MLB suspends Astros’ Bryan Abreu 2 games for ‘intentionally throwing’ at Rangers’ Adolis García

Major League Baseball suspended Houston Astros reliever Bryan Abreu for two games for “intentionally throwing” at Texas Rangers outfielder Adolis García during Friday’s Game 5 win over Texas, the league announced Saturday. Here’s what you need to know:

  • The suspension is effective immediately, but Abreu can appeal it.
  • Abreu hit García with a pitch in the bottom of the eighth inning with the Rangers leading 4-2, igniting a benches-clearing scuffle.
  • Following discussion among the umpires, Abreu, García and Houston manager Dusty Baker were ejected.
  • The Astros lead the Rangers 3-2 in the American League Championship Series and face each other next on Sunday in Game 6.

What else to know

Every Astro asked about the incident after Friday’s game — including Abreu himself — claimed the pitch toward García was not intentional. The six umpires working the game disagreed. MLB cited the umpires’ determination in the news release announcing Abreu’s suspension along with “the dangerous nature of the pitch and its potential impact on player safety.”

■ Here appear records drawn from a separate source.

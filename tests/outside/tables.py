#!/usr/bin/python3
# SPDX-License-Identifier: GPL-3.0-or-later
# SPDX-FileCopyrightText: The Tiltfield developers
"""tables.py PROGRAM TILTFIELD_RUN SOURCE: exported tables read by other people's programs. Prints TAP.

PROGRAM writes made rows; the others are what `export --what` writes of a ledger of four demo frames: passages, regions, frames.

stilts votlint (Debian stilts) judges the VOTable, fitsverify the FITS table; astropy.table (python3-astropy 5.2) reads all four back; astropy's
own readers of VOUnits, FITS units and the UCD1+ word list judge units and UCDs.
"""
import csv
import glob
import json
import os
import subprocess
import sys
import tempfile
import warnings

import numpy as np

import astropy.units as u
from astropy.io import fits
from astropy.io.votable import parse
from astropy.io.votable.ucd import check_ucd
from astropy.table import Table

number = 0


def say(sentence, good, *details):
    global number
    number += 1
    print(f"{'ok' if good else 'not ok'} {number} - {sentence}")
    for line in details:
        print(f"#   {line}")


def run(*words):
    done = subprocess.run(words, stdout=subprocess.PIPE, stderr=subprocess.STDOUT, text=True)
    return done.returncode, done.stdout


def missing(value):
    if value is None or value is np.ma.masked:
        return True
    if isinstance(value, (float, np.floating)):
        return bool(np.isnan(value))
    return isinstance(value, (str, bytes)) and len(value) == 0


def plain(value):
    """A cell as a Python value: None when it is missing."""
    if missing(value):
        return None
    if isinstance(value, bytes):
        value = value.decode("ascii")
    return value.item() if isinstance(value, np.generic) else value


def rows_of(table):
    return [{name: plain(row[name]) for name in table.colnames} for row in table]


def ascii_of(column, text):
    """What FITS has in place of other letters."""
    if text is None:
        return None
    if column == "class":
        for letter, name in (("β", "beta-"), ("γ", "gamma-"), ("δ", "delta-")):
            text = text.replace(letter, name)
        return text.rstrip("-")
    for letter, name in (("ë", "e"), ("Å", "A"), ("\r", " "), ("\n", " ")):
        text = text.replace(letter, name)
    return text


def differences(name, want, got, text=lambda column, value: value):
    """Cells of @got that are not those of @want (the JSON rows)."""
    found = [] if len(want) == len(got) else [f"{name}: {len(got)} rows, wanted {len(want)}"]
    for k, (a, b) in enumerate(zip(want, got)):
        if list(a) != list(b):
            found.append(f"{name}: columns differ")
        for column in a:
            x, y = a[column], b.get(column)
            if isinstance(x, str):
                x = text(column, x)
            if isinstance(x, bool) and y is not None:
                y = bool(y)
            if type(x) is not type(y) and not (isinstance(x, (int, float)) and isinstance(y, (int, float))) or x != y:
                found.append(f"{name}, row {k}, {column}: {y!r}, wanted {x!r}")
    return found


def judge_votable(path, want, name):
    """What holds of every VOTable of ours; returns the table as astropy has it."""
    code, out = run("stilts", "votlint", f"votable={path}")
    lines = [line for line in out.splitlines() if line.startswith(("ERROR", "WARNING"))]
    say(f"{name}: stilts votlint finds no error and no warning", code == 0 and not lines, *lines[:10])
    table = parse(path, verify="exception").get_first_table()
    units, ucds = [], []
    for field in table.fields:
        try:
            check_ucd(field.ucd, check_controlled_vocabulary=True, has_colon=False) or ucds.append(f"{field.name}: {field.ucd}")
        except ValueError as why:
            ucds.append(f"{field.name}: {why}")
        if field.unit is not None and isinstance(field.unit, u.UnrecognizedUnit):
            units.append(f"{field.name}: {field.unit}")
    say(f"{name}: every UCD is of the UCD1+ list, in a place it may stand", not ucds, *ucds)
    say(f"{name}: every unit of the VOTable parses", not units, *units)
    say(f"{name}: every field has a description", all(field.description for field in table.fields))
    # astropy takes blanks off both ends of a cell of TABLEDATA, whatever the file has.
    wrong = differences("votable", want, rows_of(Table.read(path, format="votable")), text=lambda column, value: value.strip(" "))
    say(f"{name}: astropy reads from the VOTable what JSON has, missing values too", not wrong, *wrong[:20])
    return table


def judge_fits(path, want, name):
    """What holds of every FITS table of ours; returns header and table as astropy has them."""
    code, out = run("fitsverify", "-e", path)
    say(f"{name}: fitsverify finds no error", code == 0 and "and 0 error(s)" in out, *out.splitlines()[-3:])
    with warnings.catch_warnings():
        warnings.simplefilter("error")
        with fits.open(path, checksum=True) as file:
            header = file[1].header.copy()
        table = Table.read(path)
    say(f"{name}: CHECKSUM and DATASUM are there and right (astropy warns otherwise)", "CHECKSUM" in header and "DATASUM" in header)
    units = []
    for k in range(1, header["TFIELDS"] + 1):
        if header.get(f"TUNIT{k}"):
            try:
                u.Unit(header[f"TUNIT{k}"], format="fits")
            except ValueError as why:
                units.append(f"{header[f'TTYPE{k}']}: {why}")
    say(f"{name}: every TUNIT parses", not units, *units)
    wrong = differences("fits", want, rows_of(table), text=ascii_of)
    say(f"{name}: astropy reads from the FITS table what JSON has, missing values too", not wrong, *wrong[:20])
    return header, table


def judge_csv(path, want, name):
    """What holds of every CSV table of ours; returns the lines before its header."""
    with open(path, newline="", encoding="utf-8") as file:
        text = file.read()
    comments = [line for line in text.split("\r\n") if line.startswith("# ")]
    body = text[text.index(f"\r\n{list(want[0])[0]},") + 2:]
    got = []
    for row, model in zip(csv.DictReader(body.splitlines(keepends=True)), want):
        got.append({})
        for column, cell in row.items():
            value = model[column]
            if cell == "":
                got[-1][column] = None
            elif isinstance(value, bool):
                got[-1][column] = {"true": True, "false": False}.get(cell, cell)
            elif isinstance(value, (int, float)):
                got[-1][column] = float(cell)
            else:
                got[-1][column] = cell
    wrong = differences("csv", want, got)
    say(f"{name}: Python's csv reads from the CSV what JSON has", not wrong, *wrong[:20])
    return comments


def check_votable(folder, want):
    path = os.path.join(folder, "rows.vot")
    table = judge_votable(path, want, "rows")
    code, out = run("stilts", "votlint", f"votable={os.path.join(folder, 'none.vot')}")
    say("stilts votlint finds no error in a table without rows", code == 0 and "ERROR" not in out)
    flux = table.get_field_by_id("flux_unsigned_mx").unit
    say("1 Mx is 1e-8 Wb and 1 G is 1e-4 T in the VOTable",
        u.Unit(flux).to(u.Wb) == 1e-8 and u.Unit(table.get_field_by_id("floor_gauss").unit).to(u.T) == 1e-4)
    code, out = run("stilts", "tpipe", f"in={path}", "ofmt=csv")
    got = list(csv.DictReader(out.splitlines()))  # the row with line ends is left out below
    tilt = [row["axis_tilt_deg"] for row in csv.DictReader(out.splitlines(keepends=True))]
    say("stilts reads the tilts", code == 0 and len(got) > 0 and tilt == ["4.8", "", "4.8", "4.8"], *tilt)


def check_fits(folder, want):
    header, table = judge_fits(os.path.join(folder, "rows.fits"), want, "rows")
    code, out = run("fitsverify", "-e", os.path.join(folder, "none.fits"))
    say("fitsverify finds no error in a table without rows", code == 0 and "and 0 error(s)" in out, *out.splitlines()[-3:])
    say("1 Mx is 1e-8 Wb and 1 G is 1e-4 T in the FITS table",
        abs(table["flux_unsigned_mx"].unit.to(u.Wb) / 1e-8 - 1) < 1e-15 and abs(table["floor_gauss"].unit.to(u.T) / 1e-4 - 1) < 1e-15)
    say("the header says that classes are written by their letters' names", "beta-gamma-delta" in str(header["COMMENT"]))


def check_csv(folder, want):
    path = os.path.join(folder, "rows.csv")
    comments = judge_csv(path, want, "rows")
    say("before the header stand program, method, floor, convention and source",
        all(any(line.startswith(f"# {key}: ") for line in comments) for key in ("program", "method", "floor", "convention", "source")))
    table = Table.read(path, format="ascii.csv", comment="#", encoding="utf-8")
    tilt = [plain(v) for v in table["axis_tilt_deg"]]
    say("astropy reads the CSV: columns, rows, missing tilts",
        len(table) == len(want) and table.colnames == list(want[0]) and tilt == [row["axis_tilt_deg"] for row in want], str(tilt))


def check_ledger(folder):
    """Passages, regions and frames of four demo frames: each format, and the numbers against the table of marks."""
    program, source = sys.argv[2:4]
    env = dict(os.environ, XDG_STATE_HOME=os.path.join(folder, "state"))
    ledger = os.path.join(folder, "a.ledger")
    frames = sorted(glob.glob(os.path.join(source, "data-demo", "frames", "brindle-201310*-0600.fits")))[:4]
    tables = {}
    for words in (["fill", ledger, *frames], ["follow", ledger]):
        subprocess.run([program, *words], check=True, stdout=subprocess.DEVNULL, stderr=subprocess.DEVNULL, env=env)
    for what in ("marks", "passages", "regions", "frames"):
        for ending in ("json", "vot", "fits", "csv"):
            path = os.path.join(folder, f"{what}.{ending}")
            subprocess.run([program, "export", ledger, path, "--what", what, "--with-hints"], check=True, stderr=subprocess.DEVNULL, env=env)
        with open(os.path.join(folder, what + ".json"), encoding="utf-8") as file:
            tables[what] = json.load(file)["rows"]
        if what == "marks":
            continue
        judge_votable(os.path.join(folder, what + ".vot"), tables[what], what)
        judge_fits(os.path.join(folder, what + ".fits"), tables[what], what)
        judge_csv(os.path.join(folder, what + ".csv"), tables[what], what)
    marks = tables["marks"]
    groups = {}
    for row in marks:
        groups.setdefault(row["passage"] or row["mark"], []).append(row)
    wrong = []
    for row in tables["passages"]:
        own = groups.pop(row["passage"] or row["mark"], [])
        seen = [mark for mark in own if mark["mu"] >= 0.5] or own
        best = max(seen, key=lambda mark: mark["flux_unsigned_mx"])
        if (row["mark"], row["hints"], row["first_time"], row["last_time"]) != (
                best["mark"], len(own), min(m["time"] for m in own), max(m["time"] for m in own)):
            wrong.append(row["mark"])
    say("passages: each is told by its mark of greatest flux, with its first and last time; none is missing",
        not wrong and not groups and max(row["hints"] for row in tables["passages"]) > 1, *wrong[:5])
    say("regions: they hold every hint once, and no more passages than there are",
        sum(row["hints"] for row in tables["regions"]) == len(marks) and sum(row["passages"] for row in tables["regions"]) == len(tables["passages"]))
    say("frames: they hold every hint once, and their names are the files'",
        sum(row["hints"] for row in tables["frames"]) == len(marks) and {row["frame"] for row in tables["frames"]} == {os.path.basename(f) for f in frames})


with tempfile.TemporaryDirectory() as folder:
    subprocess.run([sys.argv[1], folder], check=True)
    with open(os.path.join(folder, "rows.json"), encoding="utf-8") as file:
        rows = json.load(file)["rows"]
    say("JSON has the rows", len(rows) == 4 and rows[0]["axis_tilt_deg"] == 4.8 and rows[1]["axis_tilt_deg"] is None)
    check_votable(folder, rows)
    check_fits(folder, rows)
    check_csv(folder, rows)
    for name in ("none.csv", "none.vot", "none.fits"):
        form = {"csv": "ascii.csv", "vot": "votable", "fits": "fits"}[name.split(".")[1]]
        table = Table.read(os.path.join(folder, name), format=form, **({"comment": "#"} if form == "ascii.csv" else {}))
        say(f"an empty table has its columns and no rows ({name})", len(table) == 0 and table.colnames == list(rows[0]))
    check_ledger(folder)
print(f"1..{number}")
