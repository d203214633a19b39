/* SPDX-License-Identifier: GPL-3.0-or-later
 * SPDX-FileCopyrightText: The Tiltfield developers
 */
#pragma once

/* Frames into a ledger. Skips what is there unchanged, goes on past bad files, can be stopped and started again at any
 * point with the same result: all it writes are machine rows with content ids. */

#include <glib.h>

#include "tf-complexity.h"
#include "tf-hint.h"
#include "tf-ledger.h"
#include "tf-measure.h"

G_BEGIN_DECLS

typedef enum
{
  TF_INTAKE_ADDED,
  TF_INTAKE_THERE,    /* unchanged, nothing done */
  TF_INTAKE_REFUSED,  /* recorded with its reason, now or before */
  TF_INTAKE_FAILED,   /* could not be read: nothing recorded */
} TfIntakeOutcome;

typedef struct
{
  const char *path;
  TfIntakeOutcome outcome;
  gint64 frame;          /* local key; 0 when FAILED */
  guint n_hints;
  const char *message;   /* REFUSED, FAILED: one sentence: file, reason, what to do */
  guint done, total;
} TfIntakeReport;
/** TfIntakeFunc: called in the thread that called tf_intake_fill, once a file, in any order of files. */
typedef void (*TfIntakeFunc) (const TfIntakeReport *report, gpointer data);

typedef struct
{
  guint workers;         /* frames at a time, one thread each; 0: one a core */
  guint part, parts;     /* take every parts-th file from the part-th (1-based); 0, 0: all */
  gboolean no_hints;
  TfFrameSpec spec;
  TfHintParams hint;
  TfMeasureParams measure;
  TfComplexityParams complexity; /* of every hint */
} TfIntakeParams;
void tf_intake_params_init (TfIntakeParams *params);

/** tf_intake_list: (transfer full) NULL-ended: files of the given files and folders (*.fits *.fit *.fts *.fits.gz *.fz, folders deep), each once, in name order. */
char **tf_intake_list (char *const *paths, GError **error);
/** tf_intake_find_moved: frames of the ledger whose file is not where it was are looked for, by checksum, in files and folders @paths; the
 * ledger then knows their new place. Nothing else is taken in. @n_missing: before. Cancelled: what was found so far stays. */
gboolean tf_intake_find_moved (TfLedger *ledger, char *const *paths, TfCancel *cancel, guint *n_missing, guint *n_found, GError **error);
/** tf_intake_fill: FALSE with an error only when nothing could be done (ledger not writable) or cancelled. */
gboolean tf_intake_fill (TfLedger *ledger, char *const *files, const TfIntakeParams *params, TfCancel *cancel,
                         TfIntakeFunc func, gpointer data, GError **error);
/** tf_intake_measure_even: measures the rows of @query with one even floor, G, where that was not done yet, and keeps that beside what is there.
 * Rows whose frame is gone, and a ledger that cannot be written, are left as they are. Stops between frames when cancelled. */
gboolean tf_intake_measure_even (TfLedger *ledger, double floor_gauss, const TfRowQuery *query, const TfWork *work, GError **error);
/** tf_intake_complexity: figures of the marks and hints of @query that nobody worked out yet: of an older ledger, or kept when the program was
 * stopped. As tf_intake_measure_even goes on where a frame is gone. @n: (out): rows worked out */
gboolean tf_intake_complexity (TfLedger *ledger, const TfRowQuery *query, const TfComplexityParams *params, const TfWork *work, guint *n,
                               GError **error);
/** tf_intake_remeasure: re-measures at most @limit rows from their frames and adds "measure-differs" / "frame-missing" to @findings. */
gboolean tf_intake_remeasure (TfLedger *ledger, guint limit, TfNotes *findings, GError **error);

G_END_DECLS
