/* SPDX-License-Identifier: GPL-3.0-or-later
 * SPDX-FileCopyrightText: The Tiltfield developers
 */
#include "made-rows.h"

/* outside-tables FOLDER: the rows of tests/exchange in the four formats, and empty tables. */

static gboolean
write_all (const char *folder, const char *name, const GArray *rows, const TfStudy *study,
           GError **error)
{
  static const char *const endings[] = { ".csv", ".vot", ".fits", ".json" };
  for (guint k = 0; k < G_N_ELEMENTS (endings); k++)
    {
      g_autofree char *file = g_strconcat (name, endings[k], NULL),
                      *path = g_build_filename (folder, file, NULL);
      if (!tf_export_write (path, rows, study, "tests/outside", error))
        return FALSE;
    }
  return TRUE;
}

int
main (int argc, char **argv)
{
  g_autoptr (GPtrArray) keep = NULL;
  g_autoptr (GArray) rows = made_rows_new (&keep),
                     none = g_array_new (FALSE, TRUE, sizeof (TfExportRow));
  g_autoptr (TfStudy) study = tf_study_new_default ();
  g_autoptr (GError) error = NULL;
  if (argc == 2 && write_all (argv[1], "rows", rows, study, &error)
      && write_all (argv[1], "none", none, study, &error))
    return 0;
  g_printerr ("%s\n", error != NULL ? error->message : "outside-tables FOLDER");
  return 1;
}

Abreu hit García in the shoulder with a 98.3 mph first-pitch fastball. Both Abreu and Baker said the team intended to pitch García up and in, but catcher Martín Maldonado claimed the pitch that hit García was supposed to be thrown away. Maldonado set up away, too. It should be noted that Abreu faced 287 batters during the regular season and hit just three of them. — Chandler Rome, Astros staff writer

Was this surprising?

Though it arrives at an awful time for the Astros, MLB’s decision is not surprising. The optics of the situation were too drastic for the league to ignore and, as Justin Verlander articulated after Friday’s game, “I understand Major League Baseball and is trying to take away the hit by pitch, and pitchers and teams policing the game the way it used to be done. I understand that. It’s dangerous.”

A first-pitch fastball at nearly 99 mph above the waist is something the league could not ignore, especially after six of its umpires determined the pitch was intentional. — Rome

Required reading

(Photo: Carmen Mandato / Getty Images)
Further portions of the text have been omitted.